OK RG, I confess... It was me. What can I say? I have a soft spot for animals and the women who love them.


----------



## Flex (Jan 12, 2005)

rockgazer69 said:
			
		

> you thought i was going to say arnold huh?



no, but i will....

The one and only, the greatest....Ahhhnold Schwarzenegger


----------



## LittleKid (Jan 12, 2005)

Flex said:
			
		

> no, but i will....
> 
> The one and only, the greatest....Ahhhnold Schwarzenegger


 Seconded, so many things I could learn from him in a day...


----------



## Flex (Jan 12, 2005)

i think the most intriguing thing about him, besides obviously the fact he has the greatest "life resume" of all time, is that he never had a "typical" job, if you will.

in other words, he never worked a 4 hour shift bussing tables or as a cashier.

As a kid, since they were relatively poor, him and his brother used to beg for money. Then he came to America and Joe Weider gave him an apt., car and cash in exchange for using his face and physique. Next (obviously) was becoming one of the biggest film stars of all time, and then terminating Gray Davis as Gov.

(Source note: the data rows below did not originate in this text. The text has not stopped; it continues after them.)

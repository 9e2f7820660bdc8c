//! `oddsboard report LOG`: the after-action report (Markdown) of a log.

use super::CliResult;
use super::input::read_log_reporting;
use crate::report::{after_action, render_markdown};
use std::path::PathBuf;

#[derive(Debug, clap::Args)]
pub struct Args {
    /// The log to report on.
    pub log: PathBuf,
    /// The report's content as one JSON document instead of Markdown.
    #[arg(long)]
    pub json: bool,
}

pub fn run(args: Args) -> CliResult {
    let (_, contents) = read_log_reporting(&args.log)?;
    let name = args.log.display().to_string();
    let data = after_action(&contents.records, &name).map_err(|e| e.in_file(&name))?;
    if args.json {
        super::json::print_pretty(&data)?;
    } else {
        print!("{}", render_markdown(&data));
    }
    Ok(())
}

It'd be funny as hell to see a jacked teenage Arnold behind the counter, of say a Subway...."Did jou vont mustahhd on yowa sandvich owa not?"


----------



## Arnold (Jan 12, 2005)

Flex said:
			
		

> The one and only, the greatest....Ahhhnold Schwarzenegger



agreed.


----------



## ALBOB (Jan 12, 2005)

Flex said:
			
		

> The one and only, the greatest....Ahhhnold



Actaully he prefers to be called "Arnie".  Yep, that's who I'd spend the day with, Arnold Palmer.










P.S.  No, I'm not joking.


----------



## Robboe (Jan 12, 2005)

Leonardo Da Vinci.


----------



## maniclion (Jan 12, 2005)

You guys are a bunch of fags, I'd spend my day with 1955 Bettie Page.


----------



## Little Wing (Jan 12, 2005)

i put pics of her in the penis game thread... we turned into an art gallery quite a ways back


----------



## ALBOB (Jan 12, 2005)

maniclion said:
			
		

> You guys are a bunch of fags, I'd spend my day with 1955 Bettie Page.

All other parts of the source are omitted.